Before proceeding to consider whether the 15 consignments in question were or were not consignments of flour as so defined I must first give a brief history of them. It appears that in 1933 and 1934 the Appellants, who are merchants and importers on a large scale of animal and poultry feeding stuffs, placed orders with various millers in Germany for goods described as "wheat middlings" or "German wheat middlings." It was common ground that in the trade and in the art of milling the term "middlings" designates certain grades of wheat offals—I am not professing to employ the expression here in its statutory sense—used for consumption by animals or poultry. On the arrival of the consignments in this country the Wheat Commission claimed in each case that they consisted of flour and demanded the appropriate quota payment from the Appellants. The Appellants maintained that the goods were wheat offals and not flour and contested the right of the Commission to exact any payment in respect of them. In order, however, to obtain entry of the goods the Appellants, under protest, paid to the Commission in the case of 13 out of the 15 consignments quota payments amounting in all to ?2,554 2s. 3d. As regards the two remaining consignments, ex "Maartje" and ex "Deneb," in the case of the former the Collector of Customs by an oversight signed the entry without any quota payment being made, and in the case of the latter for some reason no quota payment has yet been made.

8

From among the 13 consignments, on which payment was made under protest, it is necessary to discriminate the three consignments ex "Resnova," ex "Noordstad" and ex "Mascotte." The quota payments on these three consignments amounting to £641 17s. 1d. were demanded and paid under protest in April and May, 1933, being more than six months before the issue on 5th March, 1934, of the writ of summons in the present suit. Hence the point as to the application of the Public Authorities Protection Act. Moreover, with regard to these three consignments arbitration proceedings, purporting to be under the Wheat Act and the relative byelaw 20, were initiated between the Appellants and the Respondents to determine whether they were consignments of flour or consignments of wheat offals.
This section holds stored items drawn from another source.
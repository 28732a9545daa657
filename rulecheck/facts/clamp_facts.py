"""Facts of over-voltage clamps: what they hold to, and between which limits they have to."""

import math
from collections.abc import Iterator

from rulecheck.facts.facts import Bounds, Subject, Value
from rulecheck.facts.inputs import Inputs, stated_number
from rulecheck.facts.terms import SubjectTerm, count, link, number, text, yes_no
from rulecheck.parts import Kind, Part
from rulecheck.values import Dimension, Interval, Unknown

V = Dimension.VOLTAGE

CLAMP = SubjectTerm(
    "clamp",
    "A zener diode, surge clamp or varistor across a voltage that the stage works with.",
    (
        text("kind", "`zener` or `varistor`."),
        number("working-voltage", V, "The largest voltage across it, whatever its sign."),
        yes_no("reversed", "A zener diode that the working voltage drives forwards."),
        number("standing-voltage", V, "What it bears without conducting, as a peak."),
        number("clamp-voltage", V, "What it holds a surge to; without `clamp`, where it begins."),
        count("protects", "How many parts with a stated rating stand across the same voltage."),
        text("weakest", "The part of lowest rating across the same voltage."),
        number("weakest-rating", V, "That rating."),
    ),
    (link("part", "part", "The same thing as a part."),),
)

_FORWARD = 1.0
"""Volts; more than this forwards is no tolerance of a range about zero."""
SURGE = 1.15
"""An electrolytic capacitor of up to 315 V survives this multiple of its rating for a short time
(IEC 60384-4, from memory)."""
SURGE_LIMIT, SURGE_ABOVE = 315.0, 1.1


def collect(inputs: Inputs) -> tuple[Subject, ...]:
    """Clamps across a stiff voltage; those at gates and at nets of unknown voltage are none."""
    return tuple(
        _clamp(inputs, part, span)
        for part in inputs.stage.parts.parts
        if part.kind in (Kind.ZENER, Kind.VARISTOR) and len(part.nets) == 2
        for span in (clamped_voltage(inputs, part),)
        if span is not None
    )


def clamped_voltage(inputs: Inputs, part: Part) -> Interval | Unknown | None:
    """Of its first net over its second; of a zener diode anode over cathode."""
    first, second = (inputs.merged(net) for net in part.nets)
    return inputs.voltage_between.get((first, second))


def _clamp(inputs: Inputs, part: Part, span: Interval | Unknown) -> Subject:
    rated = sorted(_rated(inputs, part))
    known = span if isinstance(span, Interval) and span.bounded else None
    unknown = Unknown(f"voltage across {part.name}", "the voltage of the ports")
    bears, holds = _levels(part)
    values: dict[str, Value] = {
        "kind": part.kind.value,
        "working-voltage": known.magnitude if known else unknown,
        "reversed": _forwards(part, known) if known else unknown,
        "standing-voltage": bears,
        "clamp-voltage": holds,
        "protects": float(len(rated)),
        "weakest": rated[0][1] if rated else "",
        "weakest-rating": _weakest(part, rated, tuple(_unrated(inputs, part))),
    }
    return Subject(
        "clamp", part.name, values, {"part": (part.name,)}, (part.name,), part.nets, part.span
    )


def _forwards(part: Part, anode_over_cathode: Interval) -> bool:
    """Whether the working voltage drives a zener diode as a plain diode."""
    return part.kind is Kind.ZENER and anode_over_cathode.high > _FORWARD


def _weakest(part: Part, rated: list[tuple[float, str]], missing: tuple[Unknown, ...]) -> Value:
    """The lowest rating; only from above where one is not stated."""
    if not rated:
        settle = "ratings of the parts across it"
        return missing[0] if missing else Unknown(f"what {part.name} protects", settle)
    return Bounds(Interval(0.0, rated[0][0]), missing) if missing else rated[0][0]


def _levels(part: Part) -> tuple[Value, Value]:
    """A zener diode begins to conduct at its stated voltage; a varistor bears its own as rms."""
    if part.kind is Kind.ZENER:
        begins = stated_number(part, "ratings.blocking")
        holds = part.datum("ratings.clamp")
        return begins, begins if isinstance(holds, Unknown) else stated_number(
            part, "ratings.clamp"
        )
    bears = stated_number(part, "ratings.voltage")
    peak = bears * math.sqrt(2.0) if isinstance(bears, float) else bears
    holds = part.datum("ratings.clamp")
    if isinstance(holds, Unknown) and isinstance(peak, float):
        return peak, Bounds(Interval(peak, math.inf), (holds,))
    return peak, stated_number(part, "ratings.clamp")


def _rated(inputs: Inputs, part: Part) -> Iterator[tuple[float, str]]:
    for name, value in _ratings_across(inputs, part):
        if isinstance(value, float):
            yield value, name


def _unrated(inputs: Inputs, part: Part) -> Iterator[Unknown]:
    for _, value in _ratings_across(inputs, part):
        if isinstance(value, Unknown):
            yield value


def _ratings_across(inputs: Inputs, part: Part) -> Iterator[tuple[str, Value]]:
    """What electrolytic capacitors across the same nets and the legs' devices between them bear.

    Film and ceramic capacitors bear a surge far above their rating; their makers state it apart.
    """
    pair = {inputs.merged(net) for net in part.nets}
    here = {n for net in pair for n in inputs.parts_at_net.get(net, ())}
    for name in sorted(here):
        other = inputs.part_by_name[name]
        across = {inputs.merged(net) for net in other.nets} == pair
        if across and other.facts.get("ratings.dielectric") == "electrolytic":
            yield name, _surge_rating(stated_number(other, "ratings.voltage"))
    for leg in inputs.demands.legs:
        if set(leg.rails) == pair and leg.levels == 2:
            yield from _of_positions(inputs, (*leg.high, *leg.low))


def _surge_rating(rated: Value) -> Value:
    if not isinstance(rated, float):
        return rated
    return rated * (SURGE if rated <= SURGE_LIMIT else SURGE_ABOVE)


def _of_positions(inputs: Inputs, names: tuple[str, ...]) -> Iterator[tuple[str, Value]]:
    """What each position of a two-level leg withstands: each stands at the whole voltage."""
    for name in names:
        capability = inputs.capabilities.positions[name]
        for way in (capability.forward, capability.reverse):
            if way.holds_off and (isinstance(way.blocks, Unknown) or way.blocks > 0.0):
                yield name, way.blocks
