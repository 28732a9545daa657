"""Everything a rule may ask: subjects, fields and links, unknown where unknown."""

from rulecheck.facts.collect import collect_facts
from rulecheck.facts.facts import Bounds, Facts, Subject, Value
from rulecheck.facts.terms import FieldTerm, Form, LinkTerm, SubjectTerm
from rulecheck.facts.text import facts_text, value_text
from rulecheck.facts.vocabulary import TABLE_WORDS, VOCABULARY, vocabulary_text

__all__ = [
    "TABLE_WORDS",
    "VOCABULARY",
    "Bounds",
    "Facts",
    "FieldTerm",
    "Form",
    "LinkTerm",
    "Subject",
    "SubjectTerm",
    "Value",
    "collect_facts",
    "facts_text",
    "value_text",
    "vocabulary_text",
]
By three awards dated 3rd July, 1933, the referee to whom the matter was submitted found that all three consignments were flour for the purposes of the Act.

9

In their points of claim in the present proceedings the Appellants claim repayment of the sum of £2,554 2s. 3d. as having been exacted from them in respect of 13 of the consignments colore officii and without lawful authority, a declaration that byelaw 20 of the Wheat Byelaws 1932 is illegal and ultra vires, a declaration that the three awards above mentioned are null and void, and a declaration that none of the 15 consignments in question was or is liable to quota payments.

10

As regards the three awards dated 3rd July, 1933, Mr. Justice Roche (as he then was), before whom the case came in the first instance, found that the referee had acted in the arbitrations in a manner so "wrongheaded … as to be contrary to natural "justice" and the learned Judge had no doubt that a Court of Equity would entirely refuse to allow such awards to receive effect. In the Court of Appeal counsel for the Respondents did not attempt to defend the validity of the awards and they may consequently be treated as null and void. But this does not absolve your Lordships from the task of determining whether byelaw 20 was intra vires of the Wheat Commission under the Act, for it was maintained at your Lordships' bar that the byelaw was valid and that, as the byelaw requires any dispute as to whether any substance is flour to be submitted to arbitration, no Court of Law has jurisdiction to determine whether the consignments in question were flour or not.

11

The point of jurisdiction arises in this way. By Section 5 (1) of the Act of 1932 the Wheat Commission is empowered "to make byelaws for giving effect to the provisions of this Act," and by Section 5 (2) it is provided that without prejudice to the generality of this power, "byelaws under this section shall in particular provide … ( m) for the final determination by arbitration of disputes arising as to such matters as may be specified in the byelaws."